# Wind prediction - Second assignment

## Authors

David Moreno Maldonado 100441714     
Inés Fernández Campos 100443936

## 0. Preliminaries

In [1]:
# Import some libraries
import os
import numpy as np              
import pandas as pd
import matplotlib.pyplot as plt 

import sys
import time
import math

from sklearn.experimental import enable_iterative_imputer
from sklearn import preprocessing, impute, model_selection, neighbors, ensemble
import optuna
import optuna.visualization as ov

os.getcwd()

'/Users/roni/Desktop/master/2nd quarter/big data intelligence/assignments/assignment_2'

In [2]:
#MAIN PARAMETERS FOR THE ASSIGNMENT
budget = 20
random_state = 0
verbose = 0

#PARAMETERS FOR THE HYPER-PARAMETER TUNNING
#KNN
min_n_neigbors = 1
max_n_neigbors = 16

#RANDOM FOREST
min_max_depth = 2
max_max_depth = 20
min_n_estimators = 50
max_n_estimators = 200

The "wind_pickle" file contains data in a binary format called "Pickle". Pickle data loads faster than text data.

In [3]:
data = pd.read_pickle('wind_pickle.pickle')

You can visualize the attributes in the dataset. Very important, the output attribute (i.e. the value to be predicted, **energy**, is the first attribute). **Steps** represents the hours in advance of the forecast. We will not use this variable here.

In [4]:
# The dataset contains 5937 instances and 556 attributes (including the outcome to be predicted)
print(data.shape)
#data.columns.values.tolist() 

(5937, 556)


In [5]:
#-1 for training, 0 for validation, 1 for testing
year_to_part = {
    2005: -1,
    2006: -1,
    2007: 0,
    2008: 0, 
    2009: 1,
    2010: 1
}
data['partition'] = data['year'].apply(lambda x: year_to_part[x])

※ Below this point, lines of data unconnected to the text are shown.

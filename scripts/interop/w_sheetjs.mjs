// Writes the SheetJS (package "xlsx") files of the interoperability corpus.
// SheetJS never computes a formula: a cell {f} gets <f> only, {f, v} gets
// <f> and <v>. Without bookSST it writes every string as t="str" with the
// text in <v> (the type Excel uses for a formula's text result), with
// bookSST as shared strings. It writes no calcPr, and Date cells always as
// 1900-system serials, even in a date1904 workbook: the 1904 file here gets
// its serials computed by hand.

import XLSX from "xlsx";
import * as C from "./common.mjs";

const WRITER = C.version("xlsx").replace(/^xlsx /, "SheetJS xlsx ");
const rows = C.loadRows();
const n = rows.length;
const frags = [];
const S1 = "xl/worksheets/sheet1\\.xml";

function cell(v) {
  if (v !== null && typeof v === "object" && !(v instanceof Date)) return v;
  if (typeof v === "number") return { t: "n", v };
  if (typeof v === "boolean") return { t: "b", v };
  return { t: "s", v: String(v) };
}

// A sheet with a header at 0-based row `top`; cellValue[col](r, row1) gives
// a value or a cell object (row1: the 1-based sheet row).
function sheet(data, cols, top = 0, cellValue = {}, ws = {}) {
  cols.forEach((c, j) => { ws[XLSX.utils.encode_cell({ r: top, c: j })] = cell(c); });
  data.forEach((r, i) => {
    const R = top + 1 + i;
    cols.forEach((c, j) => {
      const f = cellValue[c];
      ws[XLSX.utils.encode_cell({ r: R, c: j })] = cell(f ? f(r, R + 1) : r[c]);
    });
  });
  const prev = ws["!ref"] ? XLSX.utils.decode_range(ws["!ref"]) : { s: { r: 0, c: 0 }, e: { r: 0, c: 0 } };
  prev.e.r = Math.max(prev.e.r, top + data.length);
  prev.e.c = Math.max(prev.e.c, cols.length - 1);
  ws["!ref"] = XLSX.utils.encode_range(prev);
  return ws;
}

function save(sheets, rel, opts = {}, wbProps = null) {
  const wb = XLSX.utils.book_new();
  for (const [name, ws] of sheets) XLSX.utils.book_append_sheet(wb, ws, name);
  wb.Props = { Author: "interop corpus", CreatedDate: C.DOC_TIME };
  if (wbProps) wb.Workbook = { WBProps: wbProps };
  XLSX.writeFile(wb, C.target(rel), { compression: true, ...opts });
}

// 1. formulas with saved results (f and v).
{
  const cols = ["client_id", "site", "client_type", "coached", "baseline", "hours_a", "hours_b",
    "hours_total", "earnings", "earnings_raw"];
  save([["Data", sheet(rows, cols, 0, {
    hours_total: (r, row) => ({ t: "n", f: `F${row}+G${row}`, v: r.hours }),
    earnings: (r, row) => ({ t: "n", f: `ROUND(J${row},2)`, v: r.earnings }),
  })]], "sheetjs/formulas_saved.xlsx", { bookSST: true });
  frags.push(C.entry("sheetjs/formulas_saved.xlsx", WRITER, "formulas with saved results in used columns", {
    spec: C.spec({ controls: ["baseline", "hours_total"] }),
    fit_controls: ["baseline", "hours"],
    formula_columns: { hours_total: "saved", earnings: "saved" },
    notes: "Cells {t:'n', f, v}: <f>F2+G2</f><v>11</v>, <f>ROUND(J2,2)</f><v>..</v>.",
    verify: [[S1, "<f>ROUND\\(J2,2\\)</f><v>", "present"]],
  }));
}

// 2a. no results, simple arithmetic.
{
  const kinds = ["H{r}*2-H{r}", "H{r}+0", "SUM(H{r},0)", "ROUND(H{r},2)", "IF(D{r}=1,H{r},H{r})"];
  save([["Data", sheet(rows, [...C.BASE, "baseline_entered", "earnings_raw"], 0, {
    baseline: (r, row) => ({ t: "n", f: kinds[(row - 2) % 5].replaceAll("{r}", row) }),
    earnings: (r, row) => ({ t: "n", f: `ROUND(I${row},2)` }),
    baseline_entered: (r) => r.baseline,
  })]], "sheetjs/formulas_no_result_used.xlsx");
  frags.push(C.entry("sheetjs/formulas_no_result_used.xlsx", WRITER,
    "formulas without saved results, used column, simple arithmetic", {
      formula_columns: { baseline: "computed", earnings: "computed" },
      notes: "As openpyxl/formulas_no_result_used.xlsx; cells {t:'n', f} give <f>..</f> and no <v>. "
        + "Strings are t=\"str\" (no bookSST).",
      verify: [[S1, "<c r=\"E2\"><f>H2\\*2-H2</f></c>", "present"], [S1, 't="str"><v>returning</v>', "present"]],
    }));
}

// 2b. not computable: refuse.
save([["Data", sheet(rows, [...C.BASE, "earnings_entered"], 0, {
  earnings: (r, row) => ({ t: "n", f: row % 2 === 0 ? 'INDIRECT("H"&ROW())' : `RAND()*0+H${row}` }),
  earnings_entered: (r) => r.earnings,
})]], "sheetjs/formulas_no_result_refuse.xlsx");
frags.push(C.entry("sheetjs/formulas_no_result_refuse.xlsx", WRITER,
  "formulas without saved results, used column, not computable", {
    expect: "refuse", reason: "formula-no-result", formula_columns: { earnings: "missing" },
    notes: 'earnings alternates =INDIRECT("H"&ROW()) and =RAND()*0+H3 with no result; '
      + "the effects are those the author meant.",
    verify: [[S1, "<f>INDIRECT\\(&quot;H&quot;&amp;ROW\\(\\)\\)</f>|<f>INDIRECT\\(\"H\"&amp;ROW\\(\\)\\)</f>", "present"]],
  }));

// 3. unused column only.
save([["Data", sheet(rows, [...C.BASE, "random_draw"], 0, {
  random_draw: () => ({ t: "n", f: "RAND()" }),
})]], "sheetjs/formulas_no_result_unused.xlsx", { bookSST: true });
frags.push(C.entry("sheetjs/formulas_no_result_unused.xlsx", WRITER,
  "formulas without saved results in an unused column only", {
    formula_columns: { random_draw: "missing" },
    notes: "random_draw (H) is =RAND() with no result.",
    verify: [[S1, "<f>RAND\\(\\)</f></c>", "present"]],
  }));

// 5. strings: t="str" (default) in one file, shared strings in the others.
save([["Data", sheet(rows, C.BASE)]], "sheetjs/strings_str.xlsx");
frags.push(C.entry("sheetjs/strings_str.xlsx", WRITER,
  "every string as t=\"str\" with the text in <v> (SheetJS without bookSST)", {
    notes: "No sharedStrings part; the header and the site and client_type cells are "
      + "<c t=\"str\"><v>text</v></c>, which is the cell type of a formula's text result, with no formula.",
    verify: [[S1, '<c r="C2" t="str"><v>', "present"], ["xl/sharedStrings\\.xml", ".", "absent"]],
  }));

// 6. numbers as text.
save([["Data", sheet(rows, C.BASE, 0, { baseline: (r) => ({ t: "s", v: r.baseline_text }) })]],
  "sheetjs/numbers_as_text.xlsx", { bookSST: true });
frags.push(C.entry("sheetjs/numbers_as_text.xlsx", WRITER, "numbers stored as text in baseline", {
  notes: "baseline cells are shared strings such as \"312.45\".",
  verify: [[S1, '<c r="E2" t="s">', "present"]],
}));

// 7. booleans as the treatment.
save([["Data", sheet(rows, [...C.BASE, "consented"], 0, { coached: (r) => r.coached === 1 })]],
  "sheetjs/booleans_treatment.xlsx", { bookSST: true });
frags.push(C.entry("sheetjs/booleans_treatment.xlsx", WRITER,
  "booleans as the treatment, and an unused boolean column", {
    spec: C.spec({ treated: "TRUE" }),
    notes: "coached and consented are TRUE/FALSE (t=\"b\").",
    verify: [[S1, '<c r="D2" t="b">', "present"]],
  }));

// 8. error values.
{
  const code = { "#N/A": 0x2a, "#DIV/0!": 0x07 };
  save([["Data", sheet(rows, [...C.BASE, "hours_per_week"], 0, {
    baseline: (r, row) => {
      const k = C.ERROR_ROWS.indexOf(row - 1);
      return k >= 0 ? { t: "e", v: code[C.ERRORS[k]] } : r.baseline;
    },
    hours_per_week: (r, row) => (row % 5 === 0 ? { t: "e", v: code[C.ERRORS[row % 2]] } : r.hours * 2),
  })]], "sheetjs/errors_baseline.xlsx", { bookSST: true });
  frags.push(C.entry("sheetjs/errors_baseline.xlsx", WRITER,
    "error values in baseline (2 rows) and in an unused column", {
      fit_ids: C.idsWithoutRows(rows, C.ERROR_ROWS),
      notes: `baseline is #N/A in data row ${C.ERROR_ROWS[0]} and #DIV/0! in row ${C.ERROR_ROWS[1]} `
        + `(t="e"): left out, n = ${n - 2}.`,
      verify: [[S1, `<c r="E${C.ERROR_ROWS[0] + 1}" t="e"><v>#N/A</v>`, "present"]],
    }));
}

// 9. dates, 1904: serials computed here (see the note at the top).
{
  const epoch1904 = Date.UTC(1904, 0, 1);
  save([["Data", sheet(rows, [...C.BASE, "visit_date"], 0, {
    visit_date: (r) => ({ t: "n", v: (r.visit_date.getTime() - epoch1904) / 86400000, z: "yyyy-mm-dd" }),
  })]], "sheetjs/dates_1904.xlsx", { bookSST: true }, { date1904: true });
  frags.push(C.entry("sheetjs/dates_1904.xlsx", WRITER, "dates in an unused column, 1904 date system", {
    checks: [{ column: "visit_date", row: 1, date: rows[0].visit_date_text }],
    notes: "workbookPr date1904=\"true\" (the word). visit_date holds 1904-system serials "
      + "with format yyyy-mm-dd; SheetJS 0.18.5 would have written a Date cell as a 1900 serial.",
    verify: [["xl/workbook\\.xml", 'date1904="true"', "present"]],
  }));
}

// 10 + 11 + 13. a merged title, hidden rows and a column, autofilter, comments.
{
  const ws = {};
  ws.A1 = cell("Job coaching follow-up, spring cohort");
  ws.A2 = cell("Invented data for reader tests");
  sheet(rows, [...C.BASE, "consented"], 3, {}, ws);
  ws["!merges"] = [XLSX.utils.decode_range("A1:G1")];
  ws["!rows"] = [];
  for (const r of [6, 7, 33]) ws["!rows"][r] = { hidden: true }; // sheet rows 7, 8, 34
  ws["!cols"] = [];
  ws["!cols"][7] = { hidden: true };
  ws["!autofilter"] = { ref: `A4:H${n + 4}` };
  ws.C4.c = [{ a: "Evaluator", t: "new or returning client" }];
  ws.E12.c = [{ a: "Evaluator", t: "checked against the intake form" }];
  save([["Data", ws]], "sheetjs/title_hidden_filter_comments.xlsx", { bookSST: true });
  frags.push(C.entry("sheetjs/title_hidden_filter_comments.xlsx", WRITER,
    "merged title above the header (header on row 4), hidden rows and column, autofilter, comments", {
      notes: "A1:G1 merged, subtitle in A2, row 3 blank, header on row 4; sheet rows 7, 8 and 34 "
        + "hidden (still data); column H (consented) hidden; autofilter A4:H64; comments on C4 "
        + "and E12. SheetJS 0.18.5 writes no frozen panes.",
      verify: [[S1, '<mergeCell ref="A1:G1"/>', "present"], [S1, '<row r="7" hidden="1"', "present"],
        ["xl/comments1\\.xml", "intake form", "present"]],
    }));
}

// 15. unicode names.
{
  const cols = [...C.BASE.slice(0, -1), "revenu 6 mois (€)"];
  const ws = sheet(rows, cols, 0, { "revenu 6 mois (€)": (r) => r.earnings });
  const mean = rows.reduce((s, r) => s + r.earnings, 0) / n;
  const cover = { "!ref": "A1:A2", A1: cell("Job coaching follow-up"),
    A2: { t: "n", f: `AVERAGE('Clients'' données'!G2:G${n + 1})`, v: mean } };
  save([["Résumé", cover], ["Clients' données", ws]], "sheetjs/unicode_names.xlsx", { bookSST: true });
  frags.push(C.entry("sheetjs/unicode_names.xlsx", WRITER,
    "sheet and column names with unicode and an apostrophe; a cover sheet first", {
      sheet: "Clients' données", spec: C.spec({ outcome: "revenu 6 mois (€)" }),
      notes: "Sheets: Résumé (an AVERAGE over the data, result saved), then Clients' données.",
      verify: [["xl/workbook\\.xml", "name=\"Clients&apos; données\"|name=\"Clients' données\"", "present"]],
    }));
}

C.saveFragments("sheetjs", frags);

We now remove the columns that cannot be used for training the models from the DataFrame

In [6]:
# Steps, month, day, hour, year should be removed, they cannot be used for training the models
to_remove = ['steps', 'month', 'year', 'day', 'hour']
for m in to_remove: data = data.drop(m, 1)

In [7]:
from numpy.random import randint

# we add na values at random
my_NIA = 100443936 + 100441714
np.random.seed(my_NIA)

how_many_nas = round(data.shape[0]*data.shape[1]*0.05)
print('Lets put '+str(how_many_nas)+' missing values \n')
x_locations = randint(0, data.shape[0], size=how_many_nas)
y_locations = randint(1, data.shape[1]-2, size=how_many_nas)

for i in range(len(x_locations)):
    data.iat[x_locations[i], y_locations[i]] = np.nan
    
data.to_pickle('wind_pickle_with_nan.pickle')

Lets put 163861 missing values 



From this point on, the file wind_pickle_with_nan should be used.

In [8]:
data = pd.read_pickle('wind_pickle_with_nan.pickle')
data.shape

(5937, 552)

## Input missing data

In [9]:
print(data.isnull().values.any())
input_cols = data.columns.difference(['energy', 'partition'])
x = data[input_cols]
#Iterative imputer (too long)
'''iter_imp = impute.IterativeImputer(random_state=random_state, 
                                   initial_strategy='median', 
                                   max_iter=3,
                                   verbose=verbose)
no_nan = iter_imp.fit_transform(x)'''

#KNN imputer(too long)
'''knn_imp = impute.KNNImputer(weights='distance')
no_nan = knn_imp.fit_transform(x)'''

#Simple imputer
simp_imp = impute.SimpleImputer(strategy='median',
                               verbose=2)
no_nan = simp_imp.fit_transform(x)

data[input_cols] = pd.DataFrame(data=no_nan)
print(data.isnull().values.any())

True
False


## Scaling

In [10]:
scaler = preprocessing.StandardScaler().fit(data[input_cols]) 
data[input_cols] = scaler.transform(data[input_cols])

## Data split
We are going to use train/test for model evaluation (outer) and train/validation for hyperparameter tuning (inner), as follows:     
1. Train partition: the first two years of data. Given that there are 6 years worth of data, we will use the first 2/6 of the instances for training.     
2. Validation partition: the second two years of data. 
3. Test partition: the remaining data    


In [11]:
#-1 for training, 0 for validation, 1 for testing
test = data[data['partition'] == 1]
train = data[data['partition'] != 1]
tr_val_partition = model_selection.PredefinedSplit(train['partition'].tolist())

del test['partition']
del train['partition']

y_test = test['energy']
x_test = test[test.columns.difference(['energy'])]

y_train = train['energy']
x_train = train[train.columns.difference(['energy'])]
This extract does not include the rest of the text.